那音の両親は仕事の都合で先に北海道に向けて数日前に旅立ったらしい。一人で旅立つ那音のために、僕は朝早くから彼の見送りに来ていた。最後くらい、親友として那音に接してやりたかったから。
「那音、今何時だっけ」
「え? 三時だけど……」
那音が飛行機に乗るのは午後五時だ。あと二時間。僕は突然立ち上がり、那音に視線を向ける。
僕の行動を不思議そうに見つめる那音。
「五時には戻ってくるから、少し待ってて」
「突然どうしたんだ? いいけど、時間ヤバくなったら行くからな」
「分かってる。お前に見せたいものがあるのを忘れてた」
「え?」
状況がのみ込めない那音。僕は謝りながら空港を後にした。
外に出た僕は冷たい風に身を震わせながら、辺りを見渡して、近くに停まっていたタクシーに乗り込み、とある場所を目指した。
* * *
ピンポーン。
一軒の住宅の前にタクシーを停めてもらい、僕はその家のインターフォンを押した。
風情ある木造の家。庭には真っ赤な軽自動車が一台。家の奥から玄関に向かって足音が近づいてくる。ガラスの引き戸の前に立ちながら、僕はゴクリと生唾をのみ込んだ。
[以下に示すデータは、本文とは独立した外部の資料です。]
"""Sweeps: one key over a list of values, each an option, checked like any scenario.

The physical check rests on the far-field law of FCC OET Bulletin 65, Edition 97-01
(1997), eq. (3): R = sqrt(P G / (4 pi S)), so the keep-out radius of an isotropic source
scales as the square root of its power.
"""

from __future__ import annotations

import math
from pathlib import Path

import pytest
from typer.testing import CliRunner

from keepclear.fields.cli import app
from keepclear.fields.errors import InputError, ScenarioError
from keepclear.fields.keepout import keepout_distances
from keepclear.fields.scenario import load_scenario, with_sweep
from keepclear.fields.sweep import parse_sweep_argument

from .conftest import ISOTROPIC

runner = CliRunner()

SWEPT = (
    ISOTROPIC
    + """
[[point]]
name = "desk"
position_m = [0.5, 0.0, 0.0]

[[sweep]]
name = "power"
key = "source.s.power_w"
values = [25.0, 4.0]
"""
)


def test_sweep_makes_one_option_per_value_following_the_far_field_law(write_scenario):
    scenario = load_scenario(write_scenario(SWEPT))
    assert [o.name for o in scenario.options] == ["power = 25", "power = 4"]
    assert [o.scenario.sources[0].power_w for o in scenario.options] == [25.0, 4.0]
    base = keepout_distances(scenario)[0].distance_m
    for option, power in zip(scenario.options, (25.0, 4.0), strict=True):
        # OET 65 eq. (3): R scales as sqrt(P); the base is 100 W.
        distance = keepout_distances(option.scenario)[0].distance_m
        assert distance / base == pytest.approx(math.sqrt(power / 100.0), rel=2e-3)


def test_sweep_follows_the_options_and_keeps_file_order(write_scenario):
    text = SWEPT.replace(
        "[[sweep]]",
        '[[option]]\nname = "moved"\n[[option.source]]\nid = "s"\nposition_m = [1, 0, 0]\n\n'
        "[[sweep]]",
    )
    text += '\n[[sweep]]\nkey = "reflections"\nvalues = ["coherent"]\n'
    scenario = load_scenario(write_scenario(text))
    assert [o.name for o in scenario.options] == [
        "moved",
        "power = 25",
        "power = 4",
        "reflections = coherent",
    ]
    assert scenario.options[-1].scenario.reflections == "coherent"


@pytest.mark.parametrize(
    ("sweep", "where", "fragment"),
    [
        ('key = "source.nope.power_w"\nvalues = [1.0]', "sweep.1.key", "no [[source]]"),
        ('key = "antenna.s.power_w"\nvalues = [1.0]', "sweep.1.key", "not a table"),
        ('key = "source.s.power_w"\nvalues = []', "sweep.1.values", "at least one"),
        ('key = "source.s.power_w"\nvalues = [-5.0]', "sweep.1.values", "-5"),
        ('key = "source.s.power_w"\nvalues = 5.0', "sweep.1.values", "list"),
        ('key = "source.s.power_w"\nvalues = [1.0]\nstep = 2', "sweep.1.step", "not a known"),
    ],
)
def test_bad_sweep_is_refused_naming_the_key(write_scenario, sweep, where, fragment):
    path = write_scenario(ISOTROPIC + "\n[[sweep]]\n" + sweep + "\n")
    with pytest.raises(ScenarioError) as caught:
        load_scenario(path)
    assert caught.value.key == where
    assert fragment in str(caught.value)
    result = runner.invoke(app, ["probe", str(path), "--at", "1,0,0"])
    assert result.exit_code == 2
    assert where in result.stderr and "Traceback" not in result.output


@pytest.mark.parametrize(
    ("key", "suggestion"),
    [
        ("source.s.dutycycle", "did you mean 'source.s.duty_cycle'?"),
        ("source.1.power", "did you mean 'source.1.power_w'?"),
        ("source.s.length_m", "not of isotropic"),  # a key of other antenna kinds
    ],
)
def test_misspelt_sweep_key_is_blamed_not_the_value(write_scenario, key, suggestion):
    text = ISOTROPIC + f'\n[[sweep]]\nkey = "{key}"\nvalues = [0.1]\n'
    with pytest.raises(ScenarioError) as caught:
        load_scenario(write_scenario(text))
    message = str(caught.value)
    assert caught.value.key == "sweep.1.key"
    assert suggestion in message and "allowed there:" in message and "duty_cycle" in message
    assert "impossible" not in message and "0.1" not in message


def test_command_line_sweep_with_a_misspelt_key_names_the_argument(write_scenario):
    path = write_scenario(ISOTROPIC)
    result = runner.invoke(
        app, ["compare", str(path), "--sweep", "source.s.dutycycle=0.5,0.25", "--json"]
    )
    assert result.exit_code == 2
    assert "--sweep" in result.stderr and "did you mean 'source.s.duty_cycle'" in result.stderr


def test_messages_name_entries_as_sweep_keys_do(write_scenario):
    """An entry's path in a message (counted from 1) is the path a sweep key takes."""
    second = '\n[[source]]\nantenna = "isotropic"\npower_w = -1.0\nposition_m = [1, 0, 0]\n'
    with pytest.raises(ScenarioError) as caught:
        load_scenario(write_scenario(ISOTROPIC + second))
    assert caught.value.key == "source.2.power_w"
    fixed = ISOTROPIC + second.replace("-1.0", "5.0")
    scenario = with_sweep(load_scenario(write_scenario(fixed)), caught.value.key, [7.0])
    assert [s.power_w for s in scenario.options[0].scenario.sources] == [100.0, 7.0]


def test_sweep_inside_an_option_is_refused(write_scenario):
    text = ISOTROPIC + '\n[[option]]\nname = "x"\n[[option.sweep]]\nkey = "frequency_hz"\n'
    with pytest.raises(ScenarioError, match="not a key an option may override"):
        load_scenario(write_scenario(text + "values = [2.4e9]\n"))


def test_sweep_name_clash_with_an_option_is_refused(write_scenario):
    text = SWEPT.replace("[[sweep]]", '[[option]]\nname = "power = 4"\n\n[[sweep]]')
    with pytest.raises(ScenarioError, match="already has"):
        load_scenario(write_scenario(text))


def test_command_line_sweep_argument():
    assert parse_sweep_argument("source.feed.power_w=900,40,9") == (
        "source.feed.power_w",
        [900, 40, 9],
    )
    assert parse_sweep_argument("source.feed.position_m=[0,0,1],[0,0,2.5]") == (
        "source.feed.position_m",
        [[0, 0, 1], [0, 0, 2.5]],
    )
    assert parse_sweep_argument("shield.1.metal=aluminium,copper")[1] == ["aluminium", "copper"]
    for bad in ("source.feed.power_w", "=1,2", "source.feed.power_w=1,,2", "k=nan"):
        with pytest.raises(InputError, match="--sweep|finite|empty"):
            parse_sweep_argument(bad)


def test_with_sweep_adds_options_to_a_loaded_scenario(write_scenario):
    scenario = with_sweep(load_scenario(write_scenario(ISOTROPIC)), "source.s.duty_cycle", [0.5])
    (option,) = scenario.options
    assert option.name == "source.s.duty_cycle = 0.5"
    assert option.scenario.average_power_w == pytest.approx(50.0)
    with pytest.raises(ScenarioError) as caught:
        with_sweep(scenario, "source.s.duty_cycle", [0.0])
    assert caught.value.key == "--sweep"


SCENARIO_FILES = sorted((Path(__file__).resolve().parents[1] / "scenarios").glob("*.toml"))


@pytest.mark.parametrize("path", SCENARIO_FILES, ids=[p.stem for p in SCENARIO_FILES])
def test_the_quick_sweep_check_accepts_what_the_full_reading_accepts(path, monkeypatch):
    """Every bundled scenario (options and file sweeps too), with a sweep on its first
    source, passes the check that stands point sources in for the models to be solved,
    and no model is built by it."""
    from keepclear.antennas import guide_grid
    from keepclear.fields.arguments import read_scenario_document
    from keepclear.fields.scenario import check_sweeps

    def refuse(*args, **kwargs):  # noqa: ANN002, ANN003, ANN202
        raise AssertionError("a model was built by the quick check")

    from keepclear.antennas import finite_ground

    monkeypatch.setattr(guide_grid, "GridOpenWaveguide", refuse)
    monkeypatch.setattr(guide_grid, "GridHorn", refuse)
    monkeypatch.setattr(finite_ground, "FiniteGroundMonopole", refuse)
    document = read_scenario_document(path)
    check_sweeps(document, path, [("source.1.duty_cycle", [0.5, 0.25])])


@pytest.mark.parametrize(
    ("key", "values"),
    [
        ("source.1.bogus_key", [1.0]),  # a key the entry does not take
        ("source.1.dutycycle", [0.5]),  # misspelt: "did you mean"
        ("source.1.power_w", [10.0, -5.0]),  # the second value is impossible
        ("source.1.boresight", [[0.0, 0.0, 0.0]]),  # a zero direction
        ("source.1.waveguide", ["WR-999"]),  # no such guide
        # the first value fails the horn model's own check (narrower than its feed), the
        # second the reader's range: the first is named, as the full reading names it
        ("source.1.aperture_width_m", [0.05, 30.0]),
        ("source.1.flange_m", [[0.1, 0.1]]),  # a flange smaller than the horn's mouth
    ],
)
def test_the_quick_sweep_check_refuses_as_the_full_reading_does(key, values):
    """The same message as the sweep added to the fully read scenario gives."""
    from keepclear.fields.arguments import read_scenario_document
    from keepclear.fields.scenario import check_sweeps

    path = Path(__file__).resolve().parents[1] / "scenarios" / "horn-bench-options.toml"
    document = read_scenario_document(path)
    with pytest.raises(ScenarioError) as full:
        with_sweep(load_scenario(path, document), key, values)
    with pytest.raises(ScenarioError) as quick:
        check_sweeps(document, path, [(key, values)])
    assert str(quick.value) == str(full.value)
    assert quick.value.key == full.value.key == "--sweep"


def test_a_refused_sweep_solves_no_model(tmp_path):
    """On a first run (no model kept), a sweep typo is refused before the horn is solved:
    nothing is written to the model folder."""
    import os
    import subprocess
    import sys

    path = Path(__file__).resolve().parents[1] / "scenarios" / "horn-bench-options.toml"
    cache = tmp_path / "models"
    done = subprocess.run(
        [
            sys.executable,
            "-m",
            "keepclear.fields.cli",
            "compare",
            str(path),
            "--sweep",
            "source.1.power_watts=100,10",
        ],
        capture_output=True,
        text=True,
        env={**os.environ, "KEEPCLEAR_CACHE_DIR": str(cache)},
        timeout=120,
        check=False,
    )
    assert done.returncode == 2, done.stderr
    assert "did you mean 'source.1.power_w'" in done.stderr
    assert not cache.exists() or not any(cache.rglob("*"))


def test_the_quick_sweep_check_leaves_shared_models_alone(monkeypatch):
    """Inside shared_radiators() (several readings of one run share their models), the
    point sources of the quick check never reach the shared models: a scenario read next
    gets its solved horn."""
    from keepclear.antennas.guide_grid import GridHorn
    from keepclear.fields.arguments import read_scenario_document
    from keepclear.fields.scenario import check_sweeps, shared_radiators

    path = Path(__file__).resolve().parents[1] / "scenarios" / "horn-bench-options.toml"
    document = read_scenario_document(path)
    with shared_radiators():
        check_sweeps(document, path, [("source.1.duty_cycle", [0.5])])
        scenario = load_scenario(path, document)
    assert isinstance(scenario.sources[0].radiator, GridHorn)


def test_command_line_checks_limits_before_the_sweep(write_scenario):
    """An out-of-band --limit is named before a bad --sweep, as it was before the quick
    check (the limit is checked on the scenario first)."""
    path = write_scenario(ISOTROPIC.replace("[[source]]", "frequency_hz = 5.8e9\n[[source]]", 1))
    result = runner.invoke(
        app,
        [
            "compare",
            str(path),
            "--limit",
            "iec-60601-1-2/wireless-2450",  # published for 2.4-2.57 GHz only
            "--sweep",
            "source.s.power_w=-1",
        ],
    )
    assert result.exit_code == 2
    assert "--limit" in result.stderr and "never extrapolated" in result.stderr
    assert "--sweep" not in result.stderr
この場所には以前、海愛と一緒に一度だけ来たことがある。
「……はい?」
玄関から顔を出した人物は、僕を見るなり体をビクリと跳ねさせ、目を丸くした。
「蓮くん!」
ここは智淮さんの自宅。
僕は出てきた智淮さんの腕を掴み、歩き出そうとする。
「智淮さん、なにも言わず来てくれ。時間がないんだ」
「え、ちょ、なに?」
状況がのみ込めていないのか、智淮さんは僕に掴まれた腕を振り解く。
智淮さんはジーンズにTシャツ姿で、髪を後ろで一つに結わえていた。化粧をしていないせいか、いつもより印象が幼い。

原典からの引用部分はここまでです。